• [Dataset]:

#[cfg(test)]
mod tests {
    use super::*;

    const AWKWARD: &str = "a|b*c<d>`e`_f";

    fn table() -> Table {
        let mut table = Table::new([("stage", false), ("gain (dB)", true), ("verdict", false)]);
        table.push(vec![AWKWARD.into(), "12.5".into(), Cell::fail("FAIL")]);
        table
    }

    /// GitHub-flavoured Markdown splits a row at every unescaped `|`; an escaped one stays in
    /// its cell (the GFM table extension's rule, common practice).
    #[test]
    fn an_awkward_name_is_one_markdown_cell() {
        let markdown = table().to_markdown();
        let row = markdown.lines().nth(2).unwrap();
        let mut cells = 0;
        let mut escaped = false;
        for c in row.chars() {
            match (c, escaped) {
                ('\\', false) => escaped = true,
                ('|', false) => cells += 1,
                _ => escaped = false,
            }
        }
        assert_eq!(cells - 1, 3, "{row}");
        assert!(row.contains(r"a\|b\*c&lt;d&gt;\`e\`\_f"), "{row}");
        assert!(row.ends_with("| **FAIL** |"), "{row}");
        assert!(markdown.lines().nth(1).unwrap() == "|---|---:|---|");
    }

    /// Names the library writes in backticks read as code in both documents; the HTML never
    /// shows a literal backtick for them.
    #[test]
    fn backticked_names_become_code_not_backticks() {
        let warning = "stage `bare-pair` at 27 °C: set `supply` to the design's bias";
        let html = html_inline(warning);
        assert!(!html.contains('`'), "{html}");
        assert!(html.contains("<code>bare-pair</code>") && html.contains("<code>supply</code>"));
        assert_eq!(markdown_inline(warning), warning);
        // An odd backtick (a name holding one) is plain, escaped text.
        assert_eq!(markdown_inline("a`b"), "a\\`b");
    }

    /// A quantity is one unbreakable run in HTML (common practice in typesetting: a number
    /// and its unit, or a sign and its number, never part at a line end).
    #[test]
    fn numbers_keep_their_units_in_html() {
        let html = html_words("−40 °C, fast / 27 °C, 1.2 mV and ≤ −60 dBc at 3 of 4 points");
        assert!(html.contains("−40&nbsp;°C"), "{html}");
        assert!(html.contains("27&nbsp;°C"), "{html}");
        assert!(html.contains("1.2&nbsp;mV"), "{html}");
        assert!(html.contains("≤&nbsp;−60&nbsp;dBc"), "{html}");
        // Words that are not units keep their ordinary spaces.
        assert!(html.contains("3 of 4 points"), "{html}");
        assert!(html.contains("fast / 27"), "{html}");
        assert_eq!(html_words("a<b & \"c\""), "a&lt;b &amp; &quot;c&quot;");
        // A minus is a minus sign, a hyphen in a name stays a hyphen.
        assert_eq!(
            html_words("-32.92 dBc, bare-pair 2-40"),
            "−32.92&nbsp;dBc, bare-pair 2-40"
        );
    }

    /// A symbol's subscript is set as one in HTML (common practice in datasheets: A_v, V_OS
    /// and g_m are written with their subscripts lowered), escaped like any text; Markdown
    /// keeps the underscore, which inside a word starts no emphasis there.
    #[test]
    fn symbols_take_their_subscripts_in_html() {
        let mut symbols = Table::new([("symbol", false)]);
        for text in ["A_v", "V_OS", "P1dB", "x_<y>", "_v", "v_"] {
            symbols.push(vec![Cell::symbol(text)]);
        }
        let html = symbols.to_html();
        assert!(html.contains("<td>A<sub>v</sub></td>"), "{html}");
        assert!(html.contains("<td>V<sub>OS</sub></td>"), "{html}");
        assert!(html.contains("<td>P1dB</td>"), "{html}");
        assert!(html.contains("<td>x<sub>&lt;y&gt;</sub></td>"), "{html}");
        // Nothing to lower, or nothing to lower it from: written as typed.
        assert!(
            html.contains("<td>_v</td>") && html.contains("<td>v_</td>"),
            "{html}"
        );
        let markdown = symbols.to_markdown();
        assert!(markdown.contains("| A_v |"), "{markdown}");
    }

    #[test]
    fn an_awkward_name_is_one_html_cell() {
        let html = table().to_html();
        assert!(html.contains("<td>a|b*c&lt;d&gt;`e`_f</td>"), "{html}");
        assert!(html.contains("<td class=\"num\">12.5</td>"));
        assert!(html.contains("<td class=\"fail\">FAIL</td>"));
        assert_eq!(html.matches("<td").count(), 3);
    }
}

• [Work to be completed]: Would you print exactly, and only, the lines of the data above from the line with "for c in row.chars()" through the line with "let html = html_inline(warning);", inclusive?

• [Expected answer]:
        for c in row.chars() {
            match (c, escaped) {
                ('\\', false) => escaped = true,
                ('|', false) => cells += 1,
                _ => escaped = false,
            }
        }
        assert_eq!(cells - 1, 3, "{row}");
        assert!(row.contains(r"a\|b\*c&lt;d&gt;\`e\`\_f"), "{row}");
        assert!(row.ends_with("| **FAIL** |"), "{row}");
        assert!(markdown.lines().nth(1).unwrap() == "|---|---:|---|");
    }

    /// Names the library writes in backticks read as code in both documents; the HTML never
    /// shows a literal backtick for them.
    #[test]
    fn backticked_names_become_code_not_backticks() {
        let warning = "stage `bare-pair` at 27 °C: set `supply` to the design's bias";
        let html = html_inline(warning);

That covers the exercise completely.